By Jimmy Bonney | December 1, 2012

Eiffel Tower

D-Sight Web is evolving quite fast lately and as we are putting new functionalities in place, we estimated that it was time as well to bring some guidance for the users. As a first step, when new users sign up, we redirect them to a brand new home page listing the different projects that they can work on.

While this view is leaner than what we used to offer, we decided to create as well a Welcome Tour in order to introduce users to this new interface. We will re-use this component throughout the application in the future in order to bring some additional help to the different steps of the decision-making process.

In the following sections of this article, we will cover a few jQuery plugins or pure JavaScript implementation allowing to deploy tours to web application in a quick and easy way.

Guider.js

Guider.js is the solution that we have deployed for D-Sight Web. It is flexible, easy to understand and tweak and comes with plenty of options. A live example is available on Jeff Pickhardt’s website.

Guiders.js

Joyride 2

Joyride was created by the Zurb Team who is already well known for their foundation framework. It seems however to have fewer options that Guider.js, especially in terms of positioning.

joyride 2

WEBSITE TOUR WITH JQUERY from codrops

WEBSITE TOUR WITH JQUERY differs a bit from the two previous solutions in the way it handles the navigation in the tour. In this case, there is a tour controller that will contain the commands previous / next instead of embedding them in the different tooltips. A live demo is available.

Website Tour with jQuery

pageguide.js

pageguide.js handles the tour as well in its own way. All steps of the tour appear at once but the explanations and controls are centralized in a tour controller at the bottom of the page.

Pageguide

Power Tour

Power Tour is a complete solution that comes with plenty of options to configure your tour (including automating the tour with a timer or highlighting two elements at once). A live demo is available as well.

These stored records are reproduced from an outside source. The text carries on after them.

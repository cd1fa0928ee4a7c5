import fc from 'fast-check';
import { describe, expect, it } from 'vitest';
import type { SoilProfile } from '../profile/soil-profile.types.js';
import type { Footing } from '../stress/footing.types.js';
import { foxDepthFactor } from './fox-depth-factor.js';
import { runSettlementCheck } from './run-settlement-check.js';

// Hand-calculation profile (invented; the checks below are worked by hand in the comments; the published
// settlement examples are in published-settlement-checks.test.ts): 4 m of sand over
// 4 m of clay, water table 2 m below ground.
const sandOverClay = (clay: Partial<SoilProfile['layers'][number]> = {}): SoilProfile => ({
  groundLevelM: 10,
  waterTableDepthM: 2,
  layers: [
    { name: 'sand', thicknessM: 4, unitWeightKnPerM3: 18, saturatedUnitWeightKnPerM3: 20 },
    { name: 'clay', thicknessM: 4, unitWeightKnPerM3: 19, saturatedUnitWeightKnPerM3: 19, e0: 1, cc: 0.35, cs: 0.06, ...clay },
  ],
});
const footing: Footing = { id: 'F1', xM: 0, yM: 0, widthM: 2, lengthM: 2, depthM: 1, loadKn: 800 };

describe('runSettlementCheck({ profile, footings, options })', () => {
  it('normally consolidated clay under a square footing reproduces the hand calculation', () => {
    // Hand calculation, one sublayer at 6 m: σ′0 = 2×18 + 2×(20 − 9.81) + 2×(19 − 9.81) = 74.76 kPa.
    // q = 800/4 = 200 kPa; z = 5 m below the base, m = n = 1/5 = 0.2, I = 0.0179 (Newmark/Fadum table)
    // → Δσ = 4 × 0.0179 × 200 = 14.32 kPa. Sc = 0.35 × 4/2 × log10(89.08/74.76) = 0.0533 m.
    // The table's four decimals on I (±0.00005) allow ±0.04 kPa on Δσ, ±0.00014 m on Sc.
    const result = runSettlementCheck({ profile: sandOverClay(), footings: [footing], options: { sublayerCount: 1, evaluationPoints: 'centre' } });
    const [row] = result.footings[0]?.sublayers ?? [];
    expect(row?.initialEffectiveStressKpa).toBeCloseTo(74.76, 9);
    expect(Math.abs((row?.stressIncreaseKpa ?? 0) - 14.32)).toBeLessThanOrEqual(0.04);
    expect(row?.consolidationCase).toBe('normally-consolidated');
    expect(Math.abs((result.footings[0]?.primaryM ?? 0) - 0.0533)).toBeLessThanOrEqual(0.00014);
    expect(result.warnings.some((w) => /treated as normally consolidated/.test(w))).toBe(true);
  });

  it('works out σ′0 with the profile’s γw and states it in the result (γw = 10 kN/m³)', () => {
    // Hand calculation at 6 m with γw = 10: σ′0 = 2×18 + 2×(20 − 10) + 2×(19 − 10) = 74 kPa (74.76 with 9.81).
    const profile = { ...sandOverClay(), waterUnitWeightKnPerM3: 10 };
    const result = runSettlementCheck({ profile, footings: [footing], options: { sublayerCount: 1, evaluationPoints: 'centre' } });
    expect(result.footings[0]?.sublayers[0]?.initialEffectiveStressKpa).toBeCloseTo(74, 9);
    expect(result.method.waterUnitWeightKnPerM3).toBe(10);
    expect(runSettlementCheck({ profile: sandOverClay(), footings: [footing] }).method.waterUnitWeightKnPerM3).toBe(9.81);
  });

  it('names γw in the message when a saturated unit weight does not exceed it', () => {
    const profile: SoilProfile = {
      groundLevelM: 0,
      waterTableDepthM: 0,
      waterUnitWeightKnPerM3: 10,
      layers: [{ name: 'clay', thicknessM: 4, unitWeightKnPerM3: 10, saturatedUnitWeightKnPerM3: 10, e0: 1, cc: 0.35 }],
    };
    expect(() => runSettlementCheck({ profile, footings: [footing] })).toThrow(
      new RangeError('runSettlementCheck requires a positive effective stress in layer 1 (clay); check that saturated unit weights exceed the unit weight of water, 10 kN/m³'),
    );
  });

  it('overconsolidated clay passing σ′p reproduces the hand calculation', () => {
    // Same loading with σ′p = 80 kPa: Sc = 0.06 × 2 × log10(80/74.76) + 0.35 × 2 × log10(89.08/80) = 0.0362 m (± 0.0001 from I's decimals).
    const result = runSettlementCheck({ profile: sandOverClay({ preconsolidationKpa: 80 }), footings: [footing], options: { sublayerCount: 1, evaluationPoints: 'centre' } });
    expect(result.footings[0]?.sublayers[0]?.consolidationCase).toBe('overconsolidated-crossing');
    expect(Math.abs((result.footings[0]?.primaryM ?? 0) - 0.0362)).toBeLessThanOrEqual(0.0001);
  });

  it('overconsolidated clay staying below σ′p uses Cs alone', () => {
    // OCR = 2 at every depth: σ′p = 149.5 kPa > 89.08 kPa → Sc = 0.06 × 2 × log10(89.08/74.76) = 0.00913 m.
    const result = runSettlementCheck({ profile: sandOverClay({ ocr: 2 }), footings: [footing], options: { sublayerCount: 1, evaluationPoints: 'centre' } });
    expect(result.footings[0]?.sublayers[0]?.consolidationCase).toBe('overconsolidated-below');
    expect(Math.abs((result.footings[0]?.primaryM ?? 0) - 0.00913)).toBeLessThanOrEqual(0.00003);
  });

  it('POP carries σ′p = σ′0 + POP through the layer and the result states the basis', () => {
    // Same loading with POP = 10 kPa: σ′p = 74.76 + 10 = 84.76 kPa < σ′1 = 89.08 kPa, so the sublayer crosses σ′p:
    // Sc = 0.06 × 2 × log10(84.76/74.76) + 0.35 × 2 × log10(89.08/84.76) = 0.00654 + 0.01511 = 0.0217 m (± 0.0001 from I's decimals).
    const result = runSettlementCheck({ profile: sandOverClay({ preOverburdenPressureKpa: 10 }), footings: [footing], options: { sublayerCount: 1, evaluationPoints: 'centre' } });
    const row = result.footings[0]?.sublayers[0];
    expect(row?.preconsolidationKpa).toBeCloseTo(84.76, 9);
    expect(row?.consolidationCase).toBe('overconsolidated-crossing');
    expect(Math.abs((result.footings[0]?.primaryM ?? 0) - 0.0217)).toBeLessThanOrEqual(0.0001);
    expect(result.layers[1]).toMatchObject({ preconsolidationBasis: 'pre-overburden-pressure', preOverburdenPressureKpa: 10, ocr: null, preconsolidationKpa: null });
  });

  it('property: POP 0 gives the same settlements as OCR 1, and POP = (OCR − 1)·σ′0 the same as that OCR in one sublayer', () => {
    fc.assert(
      fc.property(fc.double({ min: 100, max: 3000, noNaN: true }), fc.double({ min: 1, max: 3, noNaN: true }), (loadKn, ocr) => {
        const run = (clay: Partial<SoilProfile['layers'][number]>) =>
          runSettlementCheck({ profile: sandOverClay(clay), footings: [{ ...footing, loadKn }], options: { sublayerCount: 1, evaluationPoints: 'centre' } }).footings[0]?.totalM ?? Number.NaN;
        expect(run({ preOverburdenPressureKpa: 0 })).toBe(run({ ocr: 1 }));
        // σ′0 = 74.76 kPa at the one mid-depth (hand calculation above).
        expect(run({ preOverburdenPressureKpa: (ocr - 1) * 74.76 })).toBeCloseTo(run({ ocr }), 12);
      }),
      { numRuns: 30 },
    );
  });

  it('finer sublayers converge: 40 and 80 slices agree within 0.5 %', () => {
    const run = (count: number) => runSettlementCheck({ profile: sandOverClay(), footings: [footing], options: { sublayerCount: count, evaluationPoints: 'centre' } }).footings[0]?.primaryM ?? 0;
    expect(Math.abs(run(40) - run(80)) / run(80)).toBeLessThan(0.005);
  });

  it('immediate settlement on a very deep elastic layer equals the half-space formula q·B·(1 − ν²)/E·1.122', () => {
    // α = 1.1222 for the centre of a flexible square (the closed form, worked by hand in elastic-influence-factor.test.ts);
    // a 2 km layer under a 2 m footing differs from the half-space by F2 ≈ 1e-3 of F1 — tolerance 0.2 %.
    const profile: SoilProfile = { groundLevelM: 0, waterTableDepthM: 0, layers: [{ name: 'stiff clay', thicknessM: 2000, unitWeightKnPerM3: 20, saturatedUnitWeightKnPerM3: 20, elasticModulusKpa: 20_000, poissonRatio: 0.3 }] };
    const result = runSettlementCheck({ profile, footings: [{ ...footing, depthM: 0 }] });
    const expected = ((200 * 2 * 0.91) / 20_000) * 1.122;
    expect(Math.abs((result.footings[0]?.immediateM ?? 0) - expected) / expected).toBeLessThan(0.002);
    const corner = result.footings[0]?.points.find((p) => p.label === 'corner-x+y+');
    expect(Math.abs((corner?.immediateM ?? 0) / (result.footings[0]?.immediateM ?? 1) - 0.5)).toBeLessThan(0.002);
  });

  it('splitting an elastic layer into two identical layers leaves immediate settlement unchanged', () => {
    const layer = { unitWeightKnPerM3: 19, saturatedUnitWeightKnPerM3: 19, elasticModulusKpa: 15_000, poissonRatio: 0.35 };
    const one: SoilProfile = { groundLevelM: 0, waterTableDepthM: 5, layers: [{ name: 'a', thicknessM: 10, ...layer }] };
    const two: SoilProfile = { groundLevelM: 0, waterTableDepthM: 5, layers: [{ name: 'a', thicknessM: 3.7, ...layer }, { name: 'b', thicknessM: 6.3, ...layer }] };
    const settle = (profile: SoilProfile) => runSettlementCheck({ profile, footings: [footing] }).footings[0]?.immediateM ?? 0;
    expect(settle(two)).toBeCloseTo(settle(one), 12);
  });

  it('neighbours add settlement and their stress is reported apart', () => {
    const footings: Footing[] = [footing, { ...footing, id: 'F2', xM: 3 }];
    const withNeighbours = runSettlementCheck({ profile: sandOverClay(), footings });
    const alone = runSettlementCheck({ profile: sandOverClay(), footings, options: { includeNeighbours: false } });
    expect(withNeighbours.footings[0]?.primaryM).toBeGreaterThan(alone.footings[0]?.primaryM ?? Infinity);
    expect(withNeighbours.footings[0]?.sublayers[0]?.neighboursStressIncreaseKpa).toBeGreaterThan(0);
    expect(alone.footings[0]?.sublayers[0]?.neighboursStressIncreaseKpa).toBe(0);
  });

  it('pairs: differential settlement, δ/L, and the published limit named', () => {
    const footings: Footing[] = [footing, { ...footing, id: 'F2', xM: 5, loadKn: 1600 }];
    const result = runSettlementCheck({ profile: sandOverClay(), footings, options: { includeNeighbours: false } });
    const [a, b] = result.footings;
    const [pair] = result.pairs;
    expect(pair?.differentialSettlementM).toBeCloseTo(Math.abs((a?.totalM ?? 0) - (b?.totalM ?? 0)), 12);
    expect(pair?.angularDistortion).toBeCloseTo((pair?.differentialSettlementM ?? 0) / 5, 12);
    expect(pair?.withinDesignLimit).toBe((pair?.angularDistortion ?? 0) <= 1 / 500);
    expect(pair?.verdicts.map((v) => v.source)).toEqual(['Bjerrum (1963)', 'Skempton & MacDonald (1956)']);
  });

  it('time rate: the layer’s t50 is 0.197·Hdr²/cv and the curve ends at immediate + primary', () => {
    // Double drainage, Hdr = 2 m, cv = 2 m²/yr: t50 = 0.1967 × 4/2 = 0.393 yr (table Tv 0.197 → 0.394, three figures).
    const profile = sandOverClay({ cvM2PerYr: 2, drainageTop: 'free', drainageBottom: 'free' });
    const result = runSettlementCheck({ profile, footings: [footing], options: { timesYears: [0, 1000] } });
    const f = result.footings[0];
    expect(Math.abs((f?.timeTo50PercentYears ?? 0) - 0.394)).toBeLessThanOrEqual(0.001);
    expect(f?.timeCurve[0]?.settlementM).toBe(f?.immediateM);
    expect(f?.timeCurve[1]?.settlementM).toBeCloseTo((f?.immediateM ?? 0) + (f?.primaryM ?? 0), 12);
    expect(result.layers[1]?.drainagePathM).toBe(2);
  });

  it('secondary compression over the design life from Cα, starting at 95 % of primary', () => {
    // One sublayer: t1 = Tv(0.95)·Hdr²/cv = 1.1290 × 4/2 = 2.258 yr; ep = 1 − 2 × Sc/4; Ss = Cα/(1 + ep) × 4 × log10(50/t1).
    const profile = sandOverClay({ cvM2PerYr: 2, cAlpha: 0.014, drainageTop: 'free', drainageBottom: 'free' });
    const result = runSettlementCheck({ profile, footings: [footing], options: { sublayerCount: 1, evaluationPoints: 'centre' } });
    const f = result.footings[0];
    const ep = 1 - (2 * (f?.primaryM ?? 0)) / 4;
    const t1 = result.layers[1]?.endOfPrimaryYears ?? 0;
    expect(t1).toBeCloseTo(1.129 * 2, 2);
    expect(f?.secondaryM).toBeCloseTo((0.014 / (1 + ep)) * 4 * Math.log10(50 / t1), 12);
    expect(f?.totalM).toBeCloseTo((f?.immediateM ?? 0) + (f?.primaryM ?? 0) + (f?.secondaryM ?? 0), 12);
  });

  it('records every layer parameter used and serialises to JSON without loss or NaN', () => {
    const result = runSettlementCheck({ profile: sandOverClay({ cvM2PerYr: 2, drainageTop: 'free', drainageBottom: 'impermeable' }), footings: [footing, { ...footing, id: 'F2', xM: 4 }] });
    expect(result.layers[1]).toMatchObject({ name: 'clay', e0: 1, cc: 0.35, cs: 0.06, cvM2PerYr: 2, drainagePathM: 4, preconsolidationBasis: 'assumed-normally-consolidated' });
    const text = JSON.stringify(result);
    expect(JSON.parse(text)).toEqual(result);
    expect(text).not.toMatch(/NaN|Infinity/);
  });

  it('property: settlement grows with load', () => {
    fc.assert(
      fc.property(fc.double({ min: 100, max: 3000, noNaN: true }), fc.double({ min: 1.05, max: 3, noNaN: true }), (loadKn, factor) => {
        const settle = (load: number) => runSettlementCheck({ profile: sandOverClay({ ocr: 1.3 }), footings: [{ ...footing, loadKn: load }], options: { sublayerCount: 8, evaluationPoints: 'centre' } }).footings[0]?.totalM ?? 0;
        expect(settle(loadKn * factor)).toBeGreaterThan(settle(loadKn));
      }),
      { numRuns: 40 },
    );
  });

  it('property: for a fixed load, settlement falls as the footing widens', () => {
    const profile: SoilProfile = { ...sandOverClay({ ocr: 1.3 }), layers: sandOverClay({ ocr: 1.3 }).layers.map((l) => ({ ...l, elasticModulusKpa: 20_000, poissonRatio: 0.3 })) };
    fc.assert(
      fc.property(fc.double({ min: 0.5, max: 5, noNaN: true }), fc.double({ min: 1.05, max: 2, noNaN: true }), (widthM, factor) => {
        const settle = (b: number) => runSettlementCheck({ profile, footings: [{ ...footing, widthM: b, lengthM: b }], options: { sublayerCount: 8, evaluationPoints: 'centre' } }).footings[0]?.totalM ?? 0;
        expect(settle(widthM * factor)).toBeLessThan(settle(widthM));
      }),
      { numRuns: 40 },
    );
  });

  it('judges each footing’s total against the limit given, and not at all without one', () => {
    const judged = (limit?: number) =>
      runSettlementCheck({ profile: sandOverClay(), footings: [footing], options: limit === undefined ? {} : { totalSettlementLimitM: limit } }).footings[0]?.withinTotalLimit;
    expect(judged()).toBeNull();
    expect(judged(0.065)).toBe(true);
    expect(judged(0.01)).toBe(false);
  });

  it('the 2:1 method runs and says its corners equal its centre for a lone footing', () => {
    const result = runSettlementCheck({ profile: sandOverClay(), footings: [footing], options: { stressMethod: '2to1' } });
    const f = result.footings[0];
    expect(f?.points[1]?.primaryM).toBeCloseTo(f?.primaryM ?? 0, 12);
    expect(result.method.notes.some((n) => /2V:1H/.test(n))).toBe(true);
  });

  it.each([
    [{ sublayerCount: 4, sublayerMaxThicknessM: 1 }, [footing], 'runSettlementCheck requires either sublayerCount or sublayerMaxThicknessM, not both'],
    [{ designLifeYears: 0 }, [footing], 'runSettlementCheck requires a finite designLifeYears > 0'],
    [{}, [footing, footing], 'runSettlementCheck requires unique footing ids (F1 repeats)'],
    [{}, [{ ...footing, depthM: 9 }], 'runSettlementCheck requires depthM >= 0 and above the bottom of the profile (footing F1)'],
    [{}, [], 'runSettlementCheck requires at least one footing'],
    [{ endOfPrimaryShare: 1 }, [footing], 'runSettlementCheck requires endOfPrimaryShare strictly between 0 and 1'],
  ])('throws RangeError for bad input (%#)', (options, footings, message) => {
    expect(() => runSettlementCheck({ profile: sandOverClay(), footings, options })).toThrow(new RangeError(message));
  });

  it('throws RangeError when an overconsolidated layer has no cs', () => {
    const profile = sandOverClay({ ocr: 1.5 });
    const { cs: _cs, ...clayWithoutCs } = profile.layers[1]!;
    expect(() => runSettlementCheck({ profile: { ...profile, layers: [profile.layers[0]!, clayWithoutCs] }, footings: [footing] })).toThrow(
      new RangeError('runSettlementCheck requires cs wherever the layer is overconsolidated (ocr > 1, preconsolidationKpa or preOverburdenPressureKpa > 0), in layer 2 (clay)'),
    );
  });
});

This one is not free, but at only 10 USD, this comes quite cheap for everything it has to offer.

Power Tour

jQuery Tour

jQuery Tour is mainly oriented to automatic tours with limited user interactions during it. It comes with plenty of options as well and is highly customizable. A live demo with different examples is available.

This one is not free either, but comes at only 9 USD.

jQuery Tour

Crumble

Crumble provides a quick and easy way to build tours. It does not come with as many options as the other tools presented above but that might do the trick for a quick and easy deployment. The live demo is available in the page itself and the code is on Github.

Crumble

Bootstrap Tour

Bootstrap Tour is inspired by Joyride and built on Twitter Bootstrap. Unfortunately, there is no live demo available.

Conclusion

As we have seen, there are plenty of options available to set up a tour of your web site or web application. The 8 solutions mentioned above only scratch the surface but gives a good panel of options – depending on your needs and preferences. Most of the tools are free and if not, really cheap. Finally, deploying those solutions can be done in as little as a few minutes.